カリフォルニア工科大学(Caltech)の研究者は、宇宙空間での無線送電に成功した事を発表した。この世界初のデモンストレーションは、今年1月に打ち上げられた宇宙太陽光発電実証機(SSPD-1)の船上で行われたものだ。
宇宙太陽光発電は、再生可能エネルギーを利用するための次のフロンティアとなるものだ。この分野の研究は何十年も前から行われており、地球上のどこでも太陽光発電を利用できるようにすることで、エネルギー分野に革命を起こすことが期待されている。
日本でも、2025年までに宇宙太陽光発電の実証実験を開始するとの計画も出ており、今後この次世代のクリーンエネルギーとして期待されている。

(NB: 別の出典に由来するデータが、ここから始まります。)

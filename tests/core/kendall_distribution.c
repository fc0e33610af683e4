/* The Kendall distribution: closed forms, its mean, which is tau, and the curve of a draw. */
#include "asked.h"

#include "../../src/quadrature.h"

#include <gsl/gsl_errno.h>

static double kendall(const copula *c, double w)
{
    pool p = { 0 };
    struct evaluation e;
    double k, error;
    assert_int_equal(evaluation_of(c, &e, &p), OK);
    assert_null(evaluation_limit(&e, ASK_KENDALL));
    assert_int_equal(kendall_at(&e, &w, 1, &k, &error, &p), OK);
    assert_same(error, 0);
    pool_empty(&p);
    return k;
}

/* Genest & Rivest (1993), table 1: w - w log(w)/theta for gumbel, w + w (1 - w^theta)/theta for
 * clayton; three independent columns w (1 - log w + log(w)^2/2) (Barbe et al. 1996) */
static void closed_forms(void **state)
{
    (void)state;
    struct sample_copula s;
    for (double w = 0.05; w < 1; w += 0.1) {
        double l = log(w);
        assert_within(kendall(one_parameter(&s, "gumbel", 2, 2.5), w), w - w * l / 2.5, 1e-14);
        double clayton = w + w * (1 - w * w) / 2, three = w * (1 - l + l * l / 2);
        assert_within(kendall(one_parameter(&s, "clayton", 2, 2), w), clayton, 1e-14);
        assert_within(kendall(one_parameter(&s, "independent", 3, 0), w), three, 1e-14);
        assert_within(kendall(one_parameter(&s, "gumbel", 3, 1), w), three, 1e-14);
        double negative = w - (w - sqrt(w)) / 0.5;          /* w - (w - w^(1-a))/a, a = 1/2 */
        assert_within(kendall(one_parameter(&s, "clayton", 2, -0.5), w), negative, 1e-9);
        assert_within(kendall(elliptical(&s, "gaussian", 2, 0, 0), w), w - w * l, 1e-9);
        assert_within(kendall(one_parameter(&s, "amh", 2, 1), w), w + w * (1 - w), 1e-9);
        assert_within(kendall(one_parameter(&s, "fgm", 2, 0), w), w - w * l, 1e-9);
        assert_within(kendall(one_parameter(&s, "plackett", 2, 1), w), w - w * l, 1e-9);
        assert_same(kendall(elliptical(&s, "t", 2, 1, 3), w), w);
        assert_same(kendall(elliptical(&s, "t", 2, -1, 3), w), 1);
        assert_same(kendall(one_parameter(&s, "clayton", 2, -1), w), 1);
    }
}

/* K(x^4) 4 x^3 */
static double weighted(double x, const void *with)
{
    return kendall(with, x * x * x * x) * 4 * x * x * x;
}

/* tau = 3 - 4 int K (Genest & Rivest 1993), over w^(1/4) */
static void mean_is_tau(const copula *c, double tau, double most)
{
    static const double ends[] = { 0, 0.5, 0.75, 0.9, 0.97, 0.99, 0.999, 1 };
    double sum = 0;
    for (int k = 0; k < 7; k++) sum += integral_of(weighted, c, ends[k], ends[k + 1]);
    assert_within(3 - 4 * sum, tau, most);
}

/* tau of a t does not depend on its degrees of freedom (Lindskog, McNeil & Schmock 2003). */
static void mean_of_heavy_tails(void **state)
{
    (void)state;
    struct sample_copula s;
    const copula *c = elliptical(&s, "t", 2, 0.5, 0.5);
    double sum = integral_of(weighted, c, 0, 0.7) + integral_of(weighted, c, 0.7, 1);
    assert_within(3 - 4 * sum, 1.0 / 3, 1e-8);
}

static void means(void **state)
{
    (void)state;
    const struct { const char *word; double theta; int rotation; } any[] = {
        { "frank", 5, 0 }, { "frank", -5, 0 }, { "joe", 3, 0 }, { "amh", -0.8, 0 },
        { "plackett", 7, 0 }, { "fgm", -1, 0 }, { "gumbel", 2, 180 }, { "clayton", 1, 90 },
        { "joe", 2, 270 },
    };
    for (size_t k = 0; k < sizeof any / sizeof *any; k++) {
        struct sample_copula s;
        copula *c = one_parameter(&s, any[k].word, 2, any[k].theta);
        double tau;
        c->rotation = any[k].rotation;
        assert_int_equal(c->family->tau_from_theta(c->theta, &tau), OK);
        mean_is_tau(c, c->rotation % 180 ? -tau : tau, 2e-9);
    }
    struct sample_copula s;
    mean_is_tau(elliptical(&s, "gaussian", 2, 0.5, 0), 1.0 / 3, 2e-9);
    mean_is_tau(elliptical(&s, "gaussian", 2, 0.99, 0), asin(0.99) / asin(1), 2e-9);
}

/* By definition, the integral over the first normal score, with mpmath, 22 digits. */
static void strong_dependence(void **state)
{
    (void)state;
    struct sample_copula s;
    double known = 0.01140003669861097831;
    assert_within(kendall(elliptical(&s, "gaussian", 2, 0.996, 0), 0.01), known, 1e-9);
}

/* elliptical pairs with t: K of a draw, within 4.5 standard errors of a share */
static void curve_of_a_draw(void **state)
{
    (void)state;
    struct sample_copula s;
    copula *c = elliptical(&s, "t", 2, 0.6, 3);
    size_t n = effort(1000);
    double *u = drawn(c, 5, 0, n), known = kendall(c, 0.3), count = 0;
    for (size_t i = 0; i < n; i++) {
        const double point[2] = { u[i], u[n + i] };
        count += ask(c, CDF, point) <= 0.3;
    }
    assert_within(count / (double)n, known, 4.5 * sqrt(known * (1 - known) / (double)n));
    free(u);
}

static void ends(void **state)
{
    (void)state;
    struct sample_copula s;
    assert_same(kendall(one_parameter(&s, "gumbel", 2, 2), 0), 0);
    assert_same(kendall(one_parameter(&s, "plackett", 2, 2), 1), 1);
}

/* All at once as one by one. */
static void many(void **state)
{
    (void)state;
    struct sample_copula s;
    pool p = { 0 };
    struct evaluation e;
    const double w[3] = { 0.7, 0, 0.2 };
    double k[3], error;
    copula *c = one_parameter(&s, "joe", 2, 2);
    c->rotation = 90;
    assert_int_equal(evaluation_of(c, &e, &p), OK);
    assert_int_equal(kendall_at(&e, w, 3, k, &error, &p), OK);
    for (int i = 0; i < 3; i++) assert_same(k[i], kendall(c, w[i]));
    pool_empty(&p);
}

int main(void)
{
    gsl_set_error_handler_off();
    const struct CMUnitTest tests[] = {
        cmocka_unit_test(closed_forms), cmocka_unit_test(means),
        cmocka_unit_test(mean_of_heavy_tails), cmocka_unit_test(strong_dependence),
        cmocka_unit_test(curve_of_a_draw), cmocka_unit_test(ends), cmocka_unit_test(many),
    };
    return cmocka_run_group_tests(tests, NULL, NULL);
}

カリフォルニア工科大学電気工学科のAli Hajimiri教授が率いる研究チームは、宇宙で太陽光発電を行い、地球に送電するスペース・ソーラー・パワー・プロジェクト(SSPP)を開始した。このプロジェクトの一環として、今年1月3日にSpaceX社のロケットに搭載された50kgのSpace Solar Power Demonstrator(SSPD-1)が打ち上げられ、最初の成功が報告された。
SSPD-1の成果
宇宙での太陽光発電を実現するためには、まずソーラーアレイを宇宙でコスト効率よく展開できることを実証する必要があった。そこで、SSPD-1に搭載された3つの実験のうちの1つ、Microwave Array for Power-transfer Low-orbit Experiment、略してMAPLEが開発された。
MAPLEは、カスタム電子チップで制御されながらも、低コストのシリコン技術で作られた軽量で柔軟な電力伝送装置で構成されている。アレイの柔軟性により、折りたたんでロケットで打ち上げることができ、その軽量性により宇宙空間での展開に必要な燃料を削減することが出来る。
SSPD-1はMAPLEを宇宙空間に展開することに成功したが、この実験の本当の試練は、太陽光発電を収穫して伝送する能力だった。
MAPLEは、送信機間の干渉を利用してエネルギーの焦点と方向を変え、可動部を不要にしました。電磁波のコヒーレント加算を利用することで、研究者たちは送信機アレイから希望する場所に動的に電力を集中させることができたのだ。
MAPLEの詳細
MAPLEは、送信機から約1フィート(30cm)離れた場所にある2つの受信機アレイで構成されている。これらの受信機に接続された一対のLEDを個別に点灯させ、切り替えて宇宙空間での電力伝送を実証することに成功した。この実験は密閉されていないため、温度変動や日射など、宇宙の過酷な環境でも機能することも示されたと、プレスリリースでは述べてられている。
また、MAPLEには小さな窓があり、そこで収穫した太陽エネルギーを地球に送り返すことが出来る。実験では、実際に太陽光エネルギーが、パサデナにあるカリフォルニア工科大学のキャンパスの屋上にある受信機で検出された。
研究者たちは今後、実験の個々の要素の性能を評価し、次世代SSPDの構築に役立つ知見を得る予定だ。SSPD-1には、まだ終了していない実験があと2つあり、結果は今後数ヶ月のうちに出る予定だ。